The attack, added Bennett, “kicked off a cascading series of crises,” revealing “some deep vulnerabilities in the core of our health care system, and Colorado practices and hospitals have been left to pick up the pieces covering the cost of someone else’s cybersecurity failure.”
Witty: We Need Help
Bennett asked Witty how such a devastating breach could be prevented in the future.
Witty said this was “a very good question.”
UHG is “clearly trying to take our responsibility…and also trying to learn from [the breach]. We want to make sure we share all of those learnings. We’re trying to be as open as we can be on the things we’re learning. We’ll continue to do that as our investigations continue to pursue any other understandings here,” Witty said.
However, he also stressed that the situation is worsening and problems are bigger than anything UHG can change alone.
“The attacks we’re under are sustained. They are going up…not going down. The attacks are becoming more and more sophisticated, and the levels of technology that we’re going to need to protect against those attacks will continue to have to be elevated,” Witty said. “And that’s gonna be a challenge for many participants in the system to keep up with the pressure.”

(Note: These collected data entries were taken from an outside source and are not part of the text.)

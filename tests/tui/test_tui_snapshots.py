"""Snapshot tests of the main and help screens (pytest-textual-snapshot).

Deterministic: the demo profile, one noise-free simulated-bench snapshot with a fixed time, a
fixed step and check results, the poll worker off (``autopoll=False``). Regenerate with
``pytest tests/tui/test_tui_snapshots.py --snapshot-update`` and look at the SVGs.
"""

from __future__ import annotations

from datetime import UTC, datetime
from pathlib import Path

import numpy as np

from meas.profile import load_profile
from meas.results import CheckResult, Status
from meas.sim.faults import parse_fault
from meas.sim.meters import snapshot_from_sim
from tui.app import BenchwalkApp
from tui.frame import Frame, StepInfo
from tui.screens.main import MainScreen

DEMO = Path(__file__).resolve().parents[2] / "profiles_demo" / "feeder_bench.toml"


class StillFeed:
    """One fixed frame, console-shaped; the screen never polls it (autopoll off)."""

    def __init__(self) -> None:
        self.profile = load_profile(DEMO)
        self.operator = "A. Tester"
        sw = {s.id: s.normal for s in self.profile.switches}
        snap = snapshot_from_sim(
            self.profile,
            sw,
            (parse_fault("ct-reversed:M2:B"),),
            np.random.default_rng(3),
            7,
            noise=False,
            t_mono=50.0,
            time_utc=datetime(2026, 12, 1, 12, 0, tzinfo=UTC),
        )
        step = StepInfo(
            index=4,
            total=15,
            step_id="pick-up-lateral",
            title="Close the lateral isolator SW3",
            instruction="Close SW3 by hand at the panel, then press O.",
            kind="manual",
            state="reviewing",
            expected={"CB1": "closed", "SW2": "closed", "SW3": "closed", "TIE": "open"},
            actual={"CB1": "closed", "SW2": "closed", "SW3": "closed", "TIE": "open"},
            overall="inconsistent",
            next_action="Checks failed: retake, or skip (press X to retake, S to skip)",
            captured=4,
            to_capture=4,
            allowed=frozenset({"retake", "skip", "note", "stop"}),  # as the runner's view has it
        )
        checks = (
            CheckResult(
                "phase.current_sequence",
                "M2",
                Status.FAIL,
                2.0,
                0.1,
                "1",
                "M2: negative-sequence current 200 % of positive: CT of phase B looks reversed.",
            ),
            CheckResult(
                "network.kcl_p",
                "B1",
                Status.WARN,
                210.0,
                260.0,
                "W",
                "B1: active power does not balance within 80 % of its limit.",
            ),
            CheckResult("meter.p_sum", "M1", Status.PASS),
        )
        self.still = Frame(snap, checks, step, (), 1.5)

    def frame(self) -> Frame:
        return self.still

    async def cycle(self) -> Frame:
        return self.still

    def log(self, text: str) -> None:
        pass

    async def close(self) -> None:
        pass


def _app() -> BenchwalkApp:
    feed = StillFeed()
    return BenchwalkApp(
        lambda op, resume: feed, skip_intro=True, operator="A. Tester", autopoll=False
    )


async def _show(pilot) -> None:
    app = pilot.app
    # the factory runs in a worker; wait (bounded) until the main screen is composed
    for _ in range(500):
        if isinstance(app.screen, MainScreen) and app.screen.query("#summary"):
            break
        await pilot.pause(0.01)
    app.screen.show_frame(app.bridge.frame())
    await pilot.pause()


def test_main_screen_80x24(snap_compare):
    assert snap_compare(_app(), terminal_size=(80, 24), run_before=_show)


def test_main_screen_readings_view_80x24(snap_compare):
    assert snap_compare(_app(), terminal_size=(80, 24), run_before=_show, press=["2"])


def test_main_screen_120x40(snap_compare):
    assert snap_compare(_app(), terminal_size=(120, 40), run_before=_show)


def test_help_screen(snap_compare):
    assert snap_compare(_app(), terminal_size=(80, 24), run_before=_show, press=["f1"])


async def test_every_key_is_in_help_footer_map_and_command_palette():
    from tui.keys import KEYS
    from tui.screens.help import APP_KEYS, help_table

    app = _app()
    async with app.run_test(size=(80, 24)) as pilot:
        await _show(pilot)
        screen = app.screen
        titles = {c.title for c in app.get_system_commands(screen)}
        assert {k.label for k in KEYS} <= titles
        bound = {b.key for b in screen.BINDINGS}
        assert {k.key for k in KEYS} <= bound
        assert not bound & {"ctrl+m", "ctrl+i", "ctrl+h"}  # Enter, Tab, Backspace on old terminals
        # every key, the group titles and the keys that are not bench actions (palette, screenshot)
        assert help_table().row_count == len(KEYS) + 3 + len(APP_KEYS)
        # a palette command runs the same action as its key: "Units" cycles the unit mode
        units = next(c for c in app.get_system_commands(screen) if c.title == "Units")
        units.callback()
        assert screen.unit_mode == "network"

As a result, “it’s also important that we focus on how we reduce the attack rate and making sure that the numbers of attacks which come into the health system, and more broadly into the country, begin to drop,” Witty added.
“The probability of other breaches in other parts of the health care environment must be high given the pressure that the system is under,” he said.
1 United States Senate Committee on Finance, “Hacking America’s Health Care: Assessing the Change Healthcare Cyber Attack and What’s Next,” full committee hearing, May 1, 2024, https://bit.ly/3xYtvMf.
2 “Theresa Defino, “UHG’s Breach Response May Prove Enlightening for Others,” Report on Patient Privacy 24, no. 5 (May 2024).